Gold and silver prices paused for breath yesterday following their price breakouts last week. Gold for April delivery at the New York Comex settled down 0.1% at $1,734.40 per troy ounce, while silver for March delivery lost 26 cents (0.8%), settling at $33.53 per troy ounce. Both metals have however put in good showings in trading today, with the gold price hitting $1,740 and silver just a whisker away from $34.
Gains in the US dollar yesterday hurt commodities generally, though this morning the Dollar Index has fallen back below 79. This is largely because of growing optimism among traders that eurozone officials and Greece’s private creditors are close to some sort of deal to “restructure” that nation’s debt.
This “restructuring” is de facto default (in what other walk of life would a debtor’s failure to repay 70% of the principal be talked of as anything other than a default?) but as discussed by Jim Sinclair in an interview on the Ellis Martin Report, a de jure declaration of default by the International Swaps & Derivatives Association (ISDA) carries potentially serious implications for the banks that have written the vast bulk of the credit default swaps on Greek debt. Credit default swaps are insurance on default – the “writer” of the swap agreeing to pay insurance on a default in return for payments from those who have bought the insurance.
Meanwhile in China, increased gold sales are being interpreted by many analysts as a harbinger of serious problems for the Chinese economy. Forbes contributor Gordon Chang notes “the growing sense of pessimism inside the country”, with US$34 billion of capital flight in the third quarter 2011 increasing to $100bn in Q4. Many Chinese are buying gold as a means of divesting themselves from country’s property and stock markets – all of which serves to create a “vicious circle” whereby capital flight leads to falling economic indicators, and thus more pessimism about the economy and even more selling.

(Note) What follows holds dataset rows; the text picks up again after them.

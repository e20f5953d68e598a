//! A built-in law chosen at run time: one value that can be proved, replayed, costed and shown.

use debounce_core::{
    Change, Envelope, Integrator, Law, Machine, MajorityRegister, ParameterError, Position, ShiftRegister,
    StateMachine, StateMachineParameters, Verdict,
};

use crate::law_text::LawParameters;
use crate::prove::{LawTable, ProveError};

/// A built-in law in the narrowest width that holds its parameters.
#[derive(Clone, Copy, PartialEq, Eq, Hash, Debug)]
pub enum Logic {
    /// Counts up to 255.
    Integrator8(Integrator<u8>),
    /// Counts up to 65 535.
    Integrator16(Integrator<u16>),
    /// A unanimous window.
    ShiftRegister(ShiftRegister),
    /// A window of up to 8 samples.
    Majority8(MajorityRegister<u8>),
    /// A window of up to 16 samples.
    Majority16(MajorityRegister<u16>),
    /// A window of up to 32 samples.
    Majority32(MajorityRegister<u32>),
    /// Counts up to 255.
    StateMachine8(StateMachine<u8>),
    /// Counts up to 65 535.
    StateMachine16(StateMachine<u16>),
}

/// The same expression for the law in whatever variant it is.
#[macro_export]
macro_rules! with_law {
    ($logic:expr, $law:ident => $body:expr) => {
        match $logic {
            $crate::logic::Logic::Integrator8($law) => $body,
            $crate::logic::Logic::Integrator16($law) => $body,
            $crate::logic::Logic::ShiftRegister($law) => $body,
            $crate::logic::Logic::Majority8($law) => $body,
            $crate::logic::Logic::Majority16($law) => $body,
            $crate::logic::Logic::Majority32($law) => $body,
            $crate::logic::Logic::StateMachine8($law) => $body,
            $crate::logic::Logic::StateMachine16($law) => $body,
        }
    };
}

impl Logic {
    /// The law with these parameters.
    ///
    /// # Errors
    /// When the law refuses them.
    pub fn try_new(parameters: &LawParameters) -> Result<Self, ParameterError> {
        match *parameters {
            LawParameters::Integrator { full_scale, up, down } => {
                let narrow = |n| u8::try_from(n).ok();
                match (narrow(full_scale), narrow(up), narrow(down)) {
                    (Some(full_scale), Some(up), Some(down)) => {
                        Integrator::<u8>::try_with_steps(full_scale, up, down).map(Self::Integrator8)
                    }
                    _ => Integrator::<u16>::try_with_steps(full_scale, up, down).map(Self::Integrator16),
                }
            }
            LawParameters::ShiftRegister { window } => {
                ShiftRegister::try_new(window).map(Self::ShiftRegister)
            }
            LawParameters::MajorityRegister { majority, window } => match window {
                0..=8 => MajorityRegister::<u8>::try_new(majority, window).map(Self::Majority8),
                9..=16 => MajorityRegister::<u16>::try_new(majority, window).map(Self::Majority16),
                _ => MajorityRegister::<u32>::try_new(majority, window).map(Self::Majority32),
            },
            LawParameters::StateMachine { confirm, patience, lockout } => {
                let all = [confirm, patience, lockout];
                let narrow = all.iter().all(|p| p.make <= 255 && p.break_ <= 255);
                if narrow {
                    // Each was just compared with the width.
                    let [confirm, patience, lockout] = all.map(|p| (p.make as u8, p.break_ as u8));
                    let narrowed = StateMachineParameters::<u8>::confirm(confirm.0, confirm.1)
                        .patience(patience.0, patience.1)
                        .lockout(lockout.0, lockout.1);
                    StateMachine::<u8>::try_new(narrowed).map(Self::StateMachine8)
                } else {
                    let wide = StateMachineParameters { confirm, patience, lockout };
                    StateMachine::<u16>::try_new(wide).map(Self::StateMachine16)
                }
            }
        }
    }

    /// What the closed form says of it.
    #[must_use]
    pub fn verdict(&self, envelope: &Envelope) -> Verdict {
        with_law!(self, law => law.verdict(envelope))
    }

    /// Its table of states.
    ///
    /// # Errors
    /// When it has too many states.
    pub fn table(&self) -> Result<LawTable, ProveError> {
        with_law!(self, law => LawTable::of(law))
    }

    /// RAM for each input, in bytes, with the parameters in flash.
    #[must_use]
    pub fn state_bytes(&self) -> u32 {
        // A state is a handful of bytes.
        with_law!(self, law => size_of_state(law) as u32)
    }

    /// What the law reports for samples one after the other, begun settled at `start`: the output after each.
    #[must_use]
    pub fn outputs(&self, start: Position, samples: &[Position]) -> Vec<Position> {
        with_law!(self, law => outputs(law, start, samples))
    }
}

fn size_of_state<L: Machine>(_: &L) -> usize {
    size_of::<L::State>()
}

fn outputs<L: Law>(law: &L, start: Position, samples: &[Position]) -> Vec<Position> {
    let mut state = law.rest(start);
    let one = |&sample: &Position| {
        let _edge: Option<Change> = law.step(&mut state, sample);
        law.output(&state)
    };
    samples.iter().map(one).collect()
}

Thus, says Michael Pettis of Peking University, “many are going to argue that the rapid decline in the trade surplus, coupled with unmistakable evidence of flight capital, means that the PBOC (People’s Bank of China) should devalue the RMB.”
A devaluation of the RMB looks increasingly inevitable, given both China’s long-standing preference for mercantilist trade policies, the fact that received economic wisdom has it that cheapening your currency is the best way to fight recession, and the truism that most politicians everywhere are loathe to countenance even the merest hint of deflation.
So the Chinese will print money in an effort to regain export advantage – just as the Americans have been doing over the last three years, and just as Europeans have also been doing. But as commented before on this site, in these “Currency Wars” countries cannot all devalue their currencies against other currencies – but they certainly can all devalue against gold.